# What would you recommend in Honolulu?



## hockeybrain (Jan 21, 2012)

Going again to HHV this February and am looking for suggestions for new things that are interesting for a family to do; new restaurants or old things all of you would want to go to and visit one more time.    We can't spend the whole time trying to surf cheer:    We should have a sticky thread about each Hawaiian Island recommended restaurants, activities etc.   Any takers and thanks for your recommendations!


----------



## Maverick1963 (Jan 21, 2012)

Some suggestions for your appetite.

I visited Honolulu in November.  My friend couple living there took me 
to Tango Contemporary Cafe for breakfast.  I had egg benedict and 
it was great.
http://www.tangocafehawaii.com

The Original Pancake House is a chain store but their pancake and omelet 
taste wonderful.  Their Dillingham store is always full with locals.
http://www.originalpancakehouse.com/phloc_hi.html

Me, my wife and our son love M&W Hamburger.  You can tast a local 
flavor there.
http://www.yelp.com/biz/w-and-m-bar-b-q-burger-honolulu

Have a nice trip.


----------



## optimist (Jan 21, 2012)

If you are there on a Friday night, walk over to the beach in front  of Hilton Hawaiian Village after sunset to watch the firework display that they put on every week.  I have never been so close to fireworks, it was so exciting and very loud!


----------



## dougp26364 (Jan 21, 2012)

We ate at a little restaurant Jameson's by the Sea in Haleiwa when over on North Shore this past trip. It was nice sitting on their porch at sunset for a meal. We enjoyed it enough we went back for a second night later in the week. 

The second time we spent a little more time in Haleiwa and found there were quite a few interesting looking little restaurants. Next trip we might spend more time in that little town for lunch and/or supper when spending the day watching the waves on North Shore.


----------



## DebBrown (Jan 21, 2012)

Haleiwa is a fun little town.  We had our best lunch EVER at Waialua Bakery.

Deb


----------



## MichaelColey (Jan 21, 2012)

Generally, we like to GET OUT of Honolulu, but we do have a few favorite attractions/restaurants there:

The Honolulu Zoo (on the west side of Waikiki) is very enjoyable.

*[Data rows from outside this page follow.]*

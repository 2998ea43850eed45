/* scan-results-text.c - what a scan gave, to JSON and back, part by part. */
#include "data/scan-results-text.h"

#include <glib/gi18n.h>
#include <math.h>

#include "core/units.h"
#include "data/error.h"
#include "data/json-fields.h"
#include "data/repeat-results-text.h"
#include "data/verdict-text.h"

#define MOST_DIPS 100000
#define MOST_CHUNKS 10000
#define MOST_BINS 100000
#define MOST_SPIKES 10000000
#define LONGEST_DIP_D 1000.0

static const char *const edges_words[] = { "none", "ingress", "egress", "both", NULL };
static const char *const part_words[] = { "oscillator", "exponential", NULL };

static const char *const reach_words[] = { "nothing", "noise", "weighed", "dips", "complete", NULL };

static const AntJsonField result_fields[] = {
  ANT_JSON_WORD_OF (AntScanResults, reach, reach_words),
  ANT_JSON_REAL_OF (AntScanResults, threshold_snr),   ANT_JSON_REAL_OF (AntScanResults, expected_at_threshold),
  ANT_JSON_COUNT_OF (AntScanResults, n_surrogates),   ANT_JSON_COUNT_OF (AntScanResults, n_surrogate_events),
  ANT_JSON_REAL_OF (AntScanResults, observed_d),      ANT_JSON_COUNT_OF (AntScanResults, n_refits),
  ANT_JSON_COUNT_OF (AntScanResults, n_mirror_dips),  ANT_JSON_COUNT_OF (AntScanResults, n_mirrored),
};
/* Named as the law's own members; files written before them have none. */
static const AntJsonField chance_fields[] = {
  { "crossings", ANT_JSON_REAL, G_STRUCT_OFFSET (AntChanceLaw, field.crossings), NULL, TRUE },
  { "observed_d", ANT_JSON_REAL, G_STRUCT_OFFSET (AntChanceLaw, field.observed_d), NULL, TRUE },
  { "yield", ANT_JSON_REAL, G_STRUCT_OFFSET (AntChanceLaw, yield), NULL, TRUE },
  { "softness", ANT_JSON_REAL, G_STRUCT_OFFSET (AntChanceLaw, softness), NULL, TRUE },
};
static const AntJsonField dip_fields[] = {
  ANT_JSON_REAL_OF (AntDip, mid_d),           ANT_JSON_REAL_OF (AntDip, duration_d),
  ANT_JSON_REAL_OF (AntDip, edge_d),          ANT_JSON_REAL_OF (AntDip, depth_ppm),
  ANT_JSON_REAL_OF (AntDip, depth_sigma_ppm), ANT_JSON_REAL_OF (AntDip, mean_depth_ppm),
  ANT_JSON_REAL_OF (AntDip, radius_ratio),    ANT_JSON_REAL_OF (AntDip, snr),
  ANT_JSON_REAL_OF (AntDip, first_snr),       ANT_JSON_REAL_OF (AntDip, mid_sigma_d),
  ANT_JSON_REAL_OF (AntDip, duration_sigma_d), ANT_JSON_REAL_OF (AntDip, expected_false),
  ANT_JSON_REAL_OF (AntDip, coverage),        ANT_JSON_WORD_OF (AntDip, edges, edges_words),
  ANT_JSON_COUNT_OF (AntDip, chunk),
};
static const AntJsonField passage_fields[] = {
  ANT_JSON_REAL_OF (AntPassage, start_d),   ANT_JSON_REAL_OF (AntPassage, mid_d),
  ANT_JSON_REAL_OF (AntPassage, end_d),     ANT_JSON_REAL_OF (AntPassage, depth_ppm),
  ANT_JSON_REAL_OF (AntPassage, depth_sigma_ppm), ANT_JSON_REAL_OF (AntPassage, coverage),
  ANT_JSON_COUNT_OF (AntPassage, chunk),
};
static const AntJsonField floor_fields[] = {
  ANT_JSON_REAL_OF (AntFloorPoint, duration_d), ANT_JSON_COUNT_OF (AntFloorPoint, starts),
  ANT_JSON_REAL_OF (AntFloorPoint, snr_sd),     ANT_JSON_REAL_OF (AntFloorPoint, snr_mean),
  ANT_JSON_REAL_OF (AntFloorPoint, sigma_ppm),
};
static const AntJsonField chunk_fields[] = {
  ANT_JSON_COUNT_OF (AntChunk, first),   ANT_JSON_COUNT_OF (AntChunk, n),
  ANT_JSON_REAL_OF (AntChunk, own_from), ANT_JSON_REAL_OF (AntChunk, own_to),
};
static const AntJsonField health_fields[] = {
  ANT_JSON_COUNT_OF (AntChunkHealth, observed), ANT_JSON_COUNT_OF (AntChunkHealth, spikes),
  ANT_JSON_COUNT_OF (AntChunkHealth, refits),   ANT_JSON_REAL_OF (AntChunkHealth, innovation_rms),
  ANT_JSON_REAL_OF (AntChunkHealth, lag1),      ANT_JSON_REAL_OF (AntChunkHealth, loudest),
  ANT_JSON_REAL_OF (AntChunkHealth, quietest),
};
static const AntJsonField fit_fields[] = {
  ANT_JSON_REAL_OF (AntFitReport, log_likelihood), ANT_JSON_REAL_OF (AntFitReport, log_posterior),
  ANT_JSON_COUNT_OF (AntFitReport, steps),         ANT_JSON_COUNT_OF (AntFitReport, evaluations),
};
static const AntJsonField model_fields[] = {
  ANT_JSON_REAL_OF (AntNoiseModel, white_ppm),      ANT_JSON_REAL_OF (AntNoiseModel, white_prior_ppm),
  ANT_JSON_REAL_OF (AntNoiseModel, white_width_ln), ANT_JSON_REAL_OF (AntNoiseModel, error_scale),
  ANT_JSON_REAL_OF (AntNoiseModel, error_scale_width_ln),
};
static const AntJsonField noise_part_fields[] = {
  ANT_JSON_WORD_OF (AntNoisePart, kind, part_words), ANT_JSON_REAL_OF (AntNoisePart, rms_ppm),
  ANT_JSON_REAL_OF (AntNoisePart, time_d),           ANT_JSON_REAL_OF (AntNoisePart, quality),
  ANT_JSON_REAL_OF (AntNoisePart, rms_prior_ppm),    ANT_JSON_REAL_OF (AntNoisePart, rms_width_ln),
  ANT_JSON_REAL_OF (AntNoisePart, time_prior_d),     ANT_JSON_REAL_OF (AntNoisePart, time_width_ln),
};
#define TABLE(fields) G_N_ELEMENTS (fields), fields

static gboolean
refuse (GError **error, const char *sentence)
{
  g_set_error_literal (error, ANT_ERROR, ANT_ERROR_READ, sentence);
  return FALSE;
}

/* Lists of dips and passages */

static gboolean
check_dips (const char *name, gsize n, const AntDip *dip, gsize n_chunks, GError **error)
{
  for (gsize i = 0; i < n; i++)
    if (!isfinite (dip[i].mid_d) || !(dip[i].duration_d > 0 && dip[i].duration_d < LONGEST_DIP_D) || dip[i].chunk >= n_chunks)
      {
        refuse (error, _("found a dip without a time, a length or a chunk of its own, expected all three"));
        return ant_json_within (error, name, (gint64) i);
      }
  return TRUE;
}
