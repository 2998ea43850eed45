/* json-values.c - named members of a JSON object. */
#include "cli/json-values.h"

#include <math.h>

void
ant_json_text (JsonBuilder *json, const char *name, const char *text)
{
  json_builder_set_member_name (json, name);
  if (text && *text)
    json_builder_add_string_value (json, text);
  else
    json_builder_add_null_value (json);
}

void
ant_json_number (JsonBuilder *json, const char *name, double number)
{
  json_builder_set_member_name (json, name);
  if (isfinite (number))
    json_builder_add_double_value (json, number);
  else
    json_builder_add_null_value (json);
}

void
ant_json_count (JsonBuilder *json, const char *name, gsize n)
{
  json_builder_add_int_value (json_builder_set_member_name (json, name), (gint64) n);
}

void
ant_json_truth (JsonBuilder *json, const char *name, gboolean truth)
{
  json_builder_add_boolean_value (json_builder_set_member_name (json, name), truth);
}

void
ant_json_print (JsonBuilder *json)
{
  g_autoptr (JsonNode) root = json_builder_get_root (json);
  g_autofree char *text = json_to_string (root, TRUE);
  g_print ("%s\n", text);
}
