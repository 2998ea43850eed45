/* fold-options.c - a fold by the command. */
#include "cli/fold-options.h"

#include <glib/gi18n.h>
#include <math.h>
#include <string.h>

#include "core/units.h"
#include "data/error.h"
#include "data/fold.h"

void
ant_fold_options_add (GOptionContext *context, AntFoldWish *wish)
{
  const GOptionEntry entries[] = {
    { "fold", 0, 0, G_OPTION_ARG_STRING, &wish->clock,
      N_("print the record by phase of an orbit of so many hours (without them: the setting line-period), or by minutes since a gap"),
      N_("orbit[=HOURS]|gap") },
    { "fold-column", 0, 0, G_OPTION_ARG_STRING, &wish->column, N_("fold this further column instead of the value"), N_("NAME") },
    { NULL }
  };
  g_option_context_add_main_entries (context, entries, NULL);
}

void
ant_fold_options_clear (AntFoldWish *wish)
{
  g_free (wish->clock);
  g_free (wish->column);
  *wish = (AntFoldWish){ 0 };
}

static gboolean
parse (const AntFoldWish *wish, const AntSettings *settings, AntFoldOptions *options, GError **error)
{
  char *end = NULL;
  if (!strcmp (wish->clock, "gap"))
    {
      options->clock = ANT_FOLD_SINCE_GAP;
      return TRUE;
    }
  double hours = !strcmp (wish->clock, "orbit")              ? settings->line_period_h
                 : g_str_has_prefix (wish->clock, "orbit=") ? g_ascii_strtod (wish->clock + strlen ("orbit="), &end)
                                                             : -1.0;
  if (hours > 0.0 && hours < 1e5 && (!end || *end == 0))
    {
      options->period_d = hours / ANT_HOURS_PER_DAY;
      return TRUE;
    }
  g_set_error (error, ANT_ERROR, ANT_ERROR_USAGE,
               _("--fold: found “%s”, expected orbit=HOURS, orbit with the setting line-period above 0, or gap"), wish->clock);
  return FALSE;
}

/* The values to fold: the record in ppm, or a column on its grid. NULL with one sentence. */
static float *
pick (const AntFoldWish *wish, const AntRecord *record, GError **error)
{
  if (!wish->column)
    return g_memdup2 (record->series.value_ppm, record->series.n * sizeof (float));
  for (guint i = 0; i < record->columns->len; i++)
    {
      const AntColumn *column = g_ptr_array_index (record->columns, i);
      if (!g_ascii_strcasecmp (column->name, wish->column))
        return ant_record_column_on_grid (record, column);
    }
  g_set_error (error, ANT_ERROR, ANT_ERROR_USAGE, _("--fold-column: found “%s”, expected one of the %u further columns that info lists"),
               wish->column, record->columns->len);
  return NULL;
}

gboolean
ant_fold_options_print (const AntFoldWish *wish, const AntRecord *record, const AntSettings *settings, GError **error)
{
  AntFoldOptions options = ANT_FOLD_OPTIONS_INIT;
  AntFoldBin bin[ANT_MOST_FOLD_BINS];
  double swing;
  if (!wish->clock)
    return TRUE;
  g_autofree float *value = parse (wish, settings, &options, error) ? pick (wish, record, error) : NULL;
  if (!value || !ant_status_to_error (ant_fold_flatten (&record->series, &options, value), _("the running median"), error)
      || !ant_fold (&record->series, value, &options, bin))
    return FALSE;
  double significance = ant_fold_swing (bin, options.n_bins, &swing);
  gboolean by_orbit = options.clock == ANT_FOLD_ORBIT;
  g_print ("# %s by %s, about a running median of %g turns; greatest difference %.5g, %.3g times its error\n",
           wish->column ? wish->column : "relative irradiance, ppm,", by_orbit ? "phase" : "minutes since a gap", ANT_FOLD_DRIFT_TURNS, swing,
           significance);
  g_print ("%s,mean,sigma,samples\n", by_orbit ? "phase" : "minutes");
  for (guint b = 0; b < options.n_bins; b++)
    {
      char text[3][G_ASCII_DTOSTR_BUF_SIZE];
      g_print ("%s,%s,%s,%zu\n", g_ascii_formatd (text[0], sizeof text[0], "%.5f", bin[b].x),
               isfinite (bin[b].mean) ? g_ascii_formatd (text[1], sizeof text[1], "%.5g", bin[b].mean) : "",
               isfinite (bin[b].sigma) ? g_ascii_formatd (text[2], sizeof text[2], "%.4g", bin[b].sigma) : "", bin[b].n);
    }
  return TRUE;
}
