/* whole-file.h - a file that appears whole or not at all: written beside its place, synced, then renamed over it. */
#pragma once

#include <glib.h>
#include <stdio.h>

typedef struct _AntWholeFile AntWholeFile;

/* NULL with one sentence (ANT_ERROR_WRITE) if the file is there and `replace` is not set, or none can be made there. */
AntWholeFile *ant_whole_file_open (const char *path, gboolean replace, GError **error);
/* Where to write. Errors are kept by the stream and told by ant_whole_file_commit. */
FILE *ant_whole_file_stream (AntWholeFile *file);
/* Bring it to its place and free it; FALSE with one sentence, nothing left behind. */
gboolean ant_whole_file_commit (AntWholeFile *file, GError **error);
/* Forget what was written and free it; NULL is fine. */
void ant_whole_file_abandon (AntWholeFile *file);
G_DEFINE_AUTOPTR_CLEANUP_FUNC (AntWholeFile, ant_whole_file_abandon)
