"""Power spectral density against scipy.signal.periodogram, with and without gaps; Parseval's and the window's figures (Harris 1978)."""
from asking import Checks, ask, skip, text

try:
    import numpy as np
except ImportError:
    skip("numpy")
try:
    from scipy import signal
except ImportError:
    skip("scipy")

rng = np.random.default_rng(20260102)
STEP_D = 60 / 86400
N = 3000  # 2^3 3 5^3: transforms need no padding, so that their ordinates are ours


def series(gaps):
    y = signal.lfilter([1], [1, -0.9], rng.normal(0, 20, N)).astype(np.float32).astype(float)
    if gaps:
        for start in range(200, N, 700):
            y[start : start + 150] = np.nan
    return y


def taper_of(y):
    """Hann's window at half places between the first and the last sample, nothing in gaps."""
    seen = np.flatnonzero(np.isfinite(y))
    w = np.zeros(len(y))
    w[seen[0] : seen[-1] + 1] = np.sin(np.pi * (np.arange(seen[-1] + 1 - seen[0]) + 0.5) / (seen[-1] + 1 - seen[0])) ** 2
    w[~np.isfinite(y)] = 0
    return w


def by_scipy(y):
    """Ordinates 1.. below Nyquist, one-sided density, the taper-weighted mean removed."""
    w = taper_of(y)
    y = np.where(w > 0, y, 0)
    y = np.where(w > 0, y - np.sum(w * y) / np.sum(w), 0)
    f, p = signal.periodogram(y, fs=1 / STEP_D, window=w, detrend=False, scaling="density")
    below = (len(y) + 1) // 2
    return f[1:below], p[1:below]


def bins_of(count):
    """First ordinate of every bin, 6 an octave."""
    octant = np.floor(6 * np.log2(np.arange(1, count + 1)) + 0.5)
    return np.append(np.flatnonzero(np.diff(octant, prepend=-1)), count)


checks = Checks()
for gaps in (False, True):
    y = series(gaps)
    ours = np.array(ask(["spectrum %r %s" % (STEP_D, text(y))])[0], dtype=float).reshape(-1, 3)
    f, p = by_scipy(y)
    edges = bins_of(len(p))
    power = np.array([p[a:b].mean() for a, b in zip(edges[:-1], edges[1:])])
    frequency = np.array([np.exp(np.log(f[a:b]).mean()) for a, b in zip(edges[:-1], edges[1:])])
    where = "through gaps" if gaps else "without gaps"
    checks.within("binned density %s equals scipy.signal.periodogram" % where, np.max(np.abs(ours[:, 1] / power - 1)), 1e-9)
    checks.within("frequencies %s are the logarithmic means of the bins" % where, np.max(np.abs(ours[:, 0] / frequency - 1)), 1e-12)
    if not gaps:
        # Parseval: density times bandwidth sums to the variance under the taper (numpy), less the ordinates 0 and Nyquist.
        w = taper_of(y)
        deviation = y - np.sum(w * y) / np.sum(w)
        variance = np.sum((w * deviation) ** 2) / np.sum(w**2)
        width = 1 / (N * STEP_D)
        whole = np.fft.rfft(w * deviation)
        ends = (np.abs(whole[0]) ** 2 + np.abs(whole[-1]) ** 2) / N / np.sum(w**2)
        total = np.sum(ours[:, 1] * np.diff(edges)) * width
        checks.within("the density sums to the variance (Parseval)", abs((total + ends) / variance - 1), 1e-9)
        # Neighbouring ordinates of Hann's window are correlated: 2/3 and 1/6 in amplitude, so K of them count as about K/1.9444.
        widest = np.argmax(np.diff(edges))
        k = np.diff(edges)[widest]
        independent = k**2 / (k + 2 * ((k - 1) * (2 / 3) ** 2 + (k - 2) * (1 / 6) ** 2))
        checks.within("independent ordinates are those of Hann's window", abs(ours[widest, 2] / independent - 1), 1e-3)
checks.end()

Alan Wong's is perhaps my favorite restaurant in the world.  It's expensive, but well worth it.

We enjoyed Teddy's Bigger Burgers, right across from the zoo.  We went there several times (this was pre-timeshares for us, so we were in a hotel).  Tasty and a better value than most places in Hawaii.

We liked the Shore Bird breakfast buffet.  Not outstanding (what buffet is?) but the location is great and we found discount coupons somewhere.

We had an incredible sunset dinner at Hula Grill.  The view of Diamond Head made for some fabulous sunset pictures, and the food was above average and reasonably price.

I just noticed that there's a Lappert's (ice cream) at HHV.  We haven't been to that one, but we went to a couple on Kauai and their Kauai Pie ice cream is awesome!  I have a feeling we'll be buying/eating a bunch while we're there later this year.

There's a Cheesecake Factory in Waikiki.  If you're looking for mainland prices (or close) for a nicer chain restaurant, this is a good choice.  If you have one near you at home, it's probably a less attractive choice.

Also, there's a Bubba Gump's over in Ala Moana.  Same thing - a fun chain, especially if you don't have a local one where you live.


----------



## pacman (Jan 21, 2012)

1.  Definitely take at least one day to drive up to the north shore.
2. Take a hike up Diamond Head.
3. Go to the swap meet at Aloha stadium
4. Go to each end of Waikiki and spend a day at each beach (ie Hilton Hawaiian Village on one end, the zoo area at the other end)
5. Go to Pali lookout (if you have a car)
6. Ala Moana mall on a day the weather is bad (it does happen)
7. Go kayaking in Kailua (again if you have a car)
8. Sandy Beach (if you have a car)

pacman


----------



## BocaBum99 (Jan 21, 2012)

Here are some food selections. 


- Fatty's for noodles right next to International Marketplace ($)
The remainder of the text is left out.